## What you need to do
Copy each line of the records below, from the first through the one that contains "none; padding: 0;", exactly as written.

[Stored data]
^^^^^^^^^^^^^^^^

// Okabe & Ito's colour-blind safe palette; each series also has its own dash and marker shape.
inline constexpr const char* kCss = R"CSS(
:root { --ink: #1a1a1a; --muted: #555; --rule: #d0d0d0; --warn: #D55E00; --note: #E69F00; }
* { box-sizing: border-box; }
body { font-family: system-ui, -apple-system, "Segoe UI", Roboto, "DejaVu Sans", sans-serif; color: var(--ink);
       max-width: 1100px; margin: 0 auto; padding: 1rem 1.25rem 3rem; line-height: 1.45; background: #fff; }
h1 { font-size: 1.6rem; margin: .5rem 0 .2rem; overflow-wrap: anywhere; }
h2 { font-size: 1.25rem; margin-top: 2rem; border-bottom: 1px solid var(--rule); padding-bottom: .2rem; }
h3 { font-size: 1.05rem; margin: .5rem 0; }
.sub, figcaption, .note, footer { color: var(--muted); }
figcaption { font-size: .9rem; margin-top: .3rem; }
figure.chart { margin: 1rem 0 1.5rem; }
.canvas-box { position: relative; height: 360px; width: 100%; }
table { border-collapse: collapse; font-size: .85rem; }
th, td { border-bottom: 1px solid var(--rule); padding: .2rem .55rem; text-align: left; vertical-align: top; }
td { white-space: nowrap; }
td.num { text-align: right; font-variant-numeric: tabular-nums; }
td.wrap { white-space: normal; min-width: 16rem; }
thead th { position: sticky; top: 0; background: #f4f4f4; }
table.facts th { width: 11rem; color: var(--muted); font-weight: normal; }
table.facts td { white-space: normal; }
.table-box { max-height: 34rem; overflow: auto; border: 1px solid var(--rule); }
.mark-r { font-weight: bold; }
.above { color: var(--warn); font-weight: bold; }
button { margin: .4rem .4rem .4rem 0; font: inherit; }
/* A script error paints a banner of one fixed colour at the top, so that even a screenshot shows it
   (tests/cli/test_report_cli.cpp looks for this colour in Firefox's screenshots). */
#report-errors { background: #c00000; color: #fff; font-weight: bold; min-height: 5rem;
                 padding: .6rem .9rem; margin: .5rem 0; }
#cautions { border-left: 5px solid var(--note); padding: .1rem 1rem; margin-top: 2rem; background: #fffaf0; }
code { font-size: .9em; }
@media print {
  body { max-width: none; padding: 0; font-size: 10pt; }
  .table-box { max-height: none; overflow: visible; border: none; }
  thead th { position: static; }
  table { font-size: 7.5pt; }
  td { white-space: normal; overflow-wrap: anywhere; }
  button, label input { display: none; }
  figure.chart, #cautions, table.facts { break-inside: avoid; }
  h2 { break-after: avoid; }
  /* The charts were drawn for the screen: scale the drawn bitmap to the page instead of redrawing. */
  .canvas-box { height: auto; }
  canvas { max-width: 100% !important; height: auto !important; }
}
)CSS";

inline constexpr const char* kErrorTrap = R"HTML(<div id="report-errors" role="alert" hidden></div>
<script>
(function () {
  var count = 0;
  function record(text) {
    count += 1;
    document.body.setAttribute('data-errors', String(count));
    var box = document.getElementById('report-errors');
    box.hidden = false;
    var p = document.createElement('p');
    p.textContent = 'This page hit a script error, so some charts may be missing: ' + text;
    box.appendChild(p);
  }
  window.reportError = record;
  window.addEventListener('error', function (e) {
    record(String(e.message) + (e.lineno ? ' (line ' + e.lineno + ')' : ''));
  });
  window.addEventListener('unhandledrejection', function (e) { record(String(e.reason)); });
  // The error handlers above do not see an exception thrown while Chart.js draws inside a callback
  // that catches it; a page that never finished drawing is reported as well.
  window.addEventListener('load', function () {
    if (document.body.getAttribute('data-state') !== 'drawn') record('the charts did not finish drawing');
  });
})();
</script>
)HTML";

inline constexpr const char* kCautions = R"HTML(<section id="cautions">
<h2>Before you act on this</h2>
<ul>
<li>The guarantees are those of the published rules and hold only under their conditions: LORD++, SAFFRON
and ADDIS assume null p-values independent of everything else (ADDIS also conservative nulls);
alpha-investing gives mFDR, not FDR; only alpha-spending (FWER) holds under any dependence.</li>
<li>A p-value must be valid. Peeking at a running experiment and stopping when it looks good breaks that,
and no online rule can repair it.</li>
<li>Where decisions affect people's health or safety (clinical studies, safety monitoring), this report and
alphaledger do <strong>not</strong> replace a pre-registered analysis plan, a qualified statistician, or
the rules of your local regulator. alphaledger implements published procedures as documented; it cannot
know whether your p-values are valid or your tests independent.</li>
</ul>
</section>
)HTML";

inline constexpr const char* kCommonScript = R"JS(
'use strict';
var DATA = JSON.parse(document.getElementById('report-data').textContent);
var COLORS = ['#0072B2', '#E69F00', '#009E73', '#CC79A7', '#D55E00', '#56B4E9', '#000000', '#F0E442'];
var SHAPES = ['circle', 'triangle', 'rect', 'rectRot', 'star', 'crossRot', 'rectRounded', 'cross'];
var DASHES = [[], [8, 4], [2, 3], [12, 4, 2, 4], [5, 5], [16, 5], [1, 4], [8, 2, 2, 2, 2, 2]];
var PAGE_ROWS = 1000;
var charts = [];

function style(k) {
  return { color: COLORS[k % COLORS.length], shape: SHAPES[k % SHAPES.length], dash: DASHES[k % DASHES.length] };
}
// ---- The data block's column forms (src/harness/report_encode.hpp; docs/reports.md) ----------
// Exact: doubles come back bit for bit from their binary64 bytes.
var BASE64 = 'ABCDEFGHIJKLMNOPQRSTUVWXYZabcdefghijklmnopqrstuvwxyz0123456789+/';
function decodeF64(text) {
  var bin = atob(text), n = bin.length >> 3, out = new Array(n);
  var view = new DataView(new ArrayBuffer(8));
  for (var i = 0; i < n; i++) {
    for (var b = 0; b < 8; b++) view.setUint8(b, bin.charCodeAt(8 * i + b));
    out[i] = view.getFloat64(0, true);
  }
  return out;
}
function numbers(c, ref) {
  if (c === null || c === undefined || Array.isArray(c)) return c;
  var out = new Array(c.count), i;
  if ('same' in c) { for (i = 0; i < c.count; i++) out[i] = c.same; return out; }
  var written = decodeF64(c.f64);
  if (!('codes' in c)) return written;
  var next = 0, row = 0, prev = c.before, re = /([a-z])(\d*)/g, m;
  while ((m = re.exec(c.codes)) !== null) {
    var times = m[2] ? parseInt(m[2], 10) : 1;
    for (var k = 0; k < times; k++, row++) {
      if (m[1] === 'x') prev = written[next++];
      else if (m[1] === 'l') prev = prev - ref[row] / c.divisor;
      out[row] = prev;
    }
  }
  return out;
}
function integers(c) {
  if (c === null || c === undefined || Array.isArray(c)) return c;
  var out = new Array(c.count), v = c.first, large = 0;
  for (var i = 0; i < c.count; i++) {
    if (i > 0 && 'every' in c) v += c.every;
    if (i > 0 && 'diffs' in c) v += c.diffs[i - 1];
    if (i > 0 && 'small_diffs' in c) {
      var digit = BASE64.indexOf(c.small_diffs.charAt(i - 1));
      v += digit === 63 ? c.large[large++] : digit;
    }
    out[i] = v;
  }
  return out;
}
function flags(c) {
  if (c === null || c === undefined || Array.isArray(c)) return c;
  var out = new Array(c.count).fill(0);
  c.set.forEach(function (i) { out[i] = 1; });
  return out;
}
function texts(c) {
  if (c === null || c === undefined || Array.isArray(c)) return c;
  var out = new Array(c.count), i;
  if ('values' in c) {
    for (i = 0; i < c.count; i++) out[i] = c.values[BASE64.indexOf(c.index.charAt(i))];
    return out;
  }
  var pos = 0, prev = '';
  for (i = 0; i < c.count; i++) {
    var rest = c.front.charCodeAt(pos + 1) - 48;
    prev = prev.slice(0, c.front.charCodeAt(pos) - 48) + c.front.substr(pos + 2, rest);
    out[i] = prev;
    pos += 2 + rest;
  }
  return out;
}
// Full precision: JavaScript's shortest text that reads back to the same number.
function full(v) { return v === null || v === undefined ? '' : String(v); }
function rounded(v, digits) {
  if (v === null || v === undefined) return '';
  if (typeof v !== 'number') return String(v);
  return Number(v.toPrecision(digits || 4)).toString();
}
function isoTime(ms) { return ms ? new Date(ms).toISOString() : ''; }

// Counts the painted pixels of a canvas and marks it, for people checking the page and for tests.
function markDrawn(chart) {
  var c = chart.canvas;
  var ink = 0;
  try {
    var img = c.getContext('2d').getImageData(0, 0, c.width, c.height).data;
    for (var i = 3; i < img.length; i += 4 * 7) if (img[i] !== 0) ink += 1;
  } catch (e) { ink = -1; }
  c.setAttribute('data-drawn', 'yes');
  c.setAttribute('data-ink', String(ink));
}
Chart.register({ id: 'alphaledgerDrawn', afterRender: markDrawn });
Chart.defaults.animation = false;
Chart.defaults.maintainAspectRatio = false;
Chart.defaults.font.family = getComputedStyle(document.body).fontFamily;
Chart.defaults.color = '#1a1a1a';
Chart.defaults.plugins.legend.labels.usePointStyle = true;
window.addEventListener('beforeprint', function () { charts.forEach(function (c) { c.resize(); }); });

function makeChart(id, config) {
  var chart = new Chart(document.getElementById(id), config);
  charts.push(chart);
  return chart;
}

// A table of `rows` (indices or objects) with columns {title, value(row), num, cls(row)}; shows
// PAGE_ROWS rows, then a button for the rest. Cells are filled with textContent only.
function renderTable(box, columns, rows, caption) {
  box.textContent = '';
  var table = document.createElement('table');
  if (caption) {
    var cap = document.createElement('caption');
    cap.textContent = caption;
    table.appendChild(cap);
  }
  var head = table.createTHead().insertRow();
  columns.forEach(function (col) {
    var th = document.createElement('th');
    th.scope = 'col';
    th.textContent = col.title;
    head.appendChild(th);
  });
  var tbody = table.createTBody();
  var shown = 0;
  function more(limit) {
    var frag = document.createDocumentFragment();
    var end = Math.min(rows.length, shown + limit);
    for (; shown < end; shown++) {
      var tr = document.createElement('tr');
      var row = rows[shown];
      for (var c = 0; c < columns.length; c++) {
        var td = document.createElement('td');
        td.textContent = columns[c].value(row);
        var cls = columns[c].num ? 'num' : (columns[c].cls || '');
        if (columns[c].mark) cls += ' ' + (columns[c].mark(row) || '');
        if (cls) td.className = cls;
        tr.appendChild(td);
      }
      frag.appendChild(tr);
    }
    tbody.appendChild(frag);
  }
  more(PAGE_ROWS);
  box.appendChild(table);
  if (shown < rows.length) {
    var note = document.createElement('p');
    note.className = 'note';
    var button = document.createElement('button');
    button.type = 'button';
    function label() { note.firstChild.textContent = 'Showing ' + shown + ' of ' + rows.length + ' rows. '; }
    note.appendChild(document.createTextNode(''));
    button.textContent = 'Show all rows';
    button.addEventListener('click', function () { more(rows.length); label(); button.remove(); });
    note.appendChild(button);
    label();
    box.appendChild(note);
  }
}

^^^^^^^^^^^^^^^^

## Answer to the exercise
// Okabe & Ito's colour-blind safe palette; each series also has its own dash and marker shape.
inline constexpr const char* kCss = R"CSS(
:root { --ink: #1a1a1a; --muted: #555; --rule: #d0d0d0; --warn: #D55E00; --note: #E69F00; }
* { box-sizing: border-box; }
body { font-family: system-ui, -apple-system, "Segoe UI", Roboto, "DejaVu Sans", sans-serif; color: var(--ink);
       max-width: 1100px; margin: 0 auto; padding: 1rem 1.25rem 3rem; line-height: 1.45; background: #fff; }
h1 { font-size: 1.6rem; margin: .5rem 0 .2rem; overflow-wrap: anywhere; }
h2 { font-size: 1.25rem; margin-top: 2rem; border-bottom: 1px solid var(--rule); padding-bottom: .2rem; }
h3 { font-size: 1.05rem; margin: .5rem 0; }
.sub, figcaption, .note, footer { color: var(--muted); }
figcaption { font-size: .9rem; margin-top: .3rem; }
figure.chart { margin: 1rem 0 1.5rem; }
.canvas-box { position: relative; height: 360px; width: 100%; }
table { border-collapse: collapse; font-size: .85rem; }
th, td { border-bottom: 1px solid var(--rule); padding: .2rem .55rem; text-align: left; vertical-align: top; }
td { white-space: nowrap; }
td.num { text-align: right; font-variant-numeric: tabular-nums; }
td.wrap { white-space: normal; min-width: 16rem; }
thead th { position: sticky; top: 0; background: #f4f4f4; }
table.facts th { width: 11rem; color: var(--muted); font-weight: normal; }
table.facts td { white-space: normal; }
.table-box { max-height: 34rem; overflow: auto; border: 1px solid var(--rule); }
.mark-r { font-weight: bold; }
.above { color: var(--warn); font-weight: bold; }
button { margin: .4rem .4rem .4rem 0; font: inherit; }
/* A script error paints a banner of one fixed colour at the top, so that even a screenshot shows it
   (tests/cli/test_report_cli.cpp looks for this colour in Firefox's screenshots). */
#report-errors { background: #c00000; color: #fff; font-weight: bold; min-height: 5rem;
                 padding: .6rem .9rem; margin: .5rem 0; }
#cautions { border-left: 5px solid var(--note); padding: .1rem 1rem; margin-top: 2rem; background: #fffaf0; }
code { font-size: .9em; }
@media print {
  body { max-width: none; padding: 0; font-size: 10pt; }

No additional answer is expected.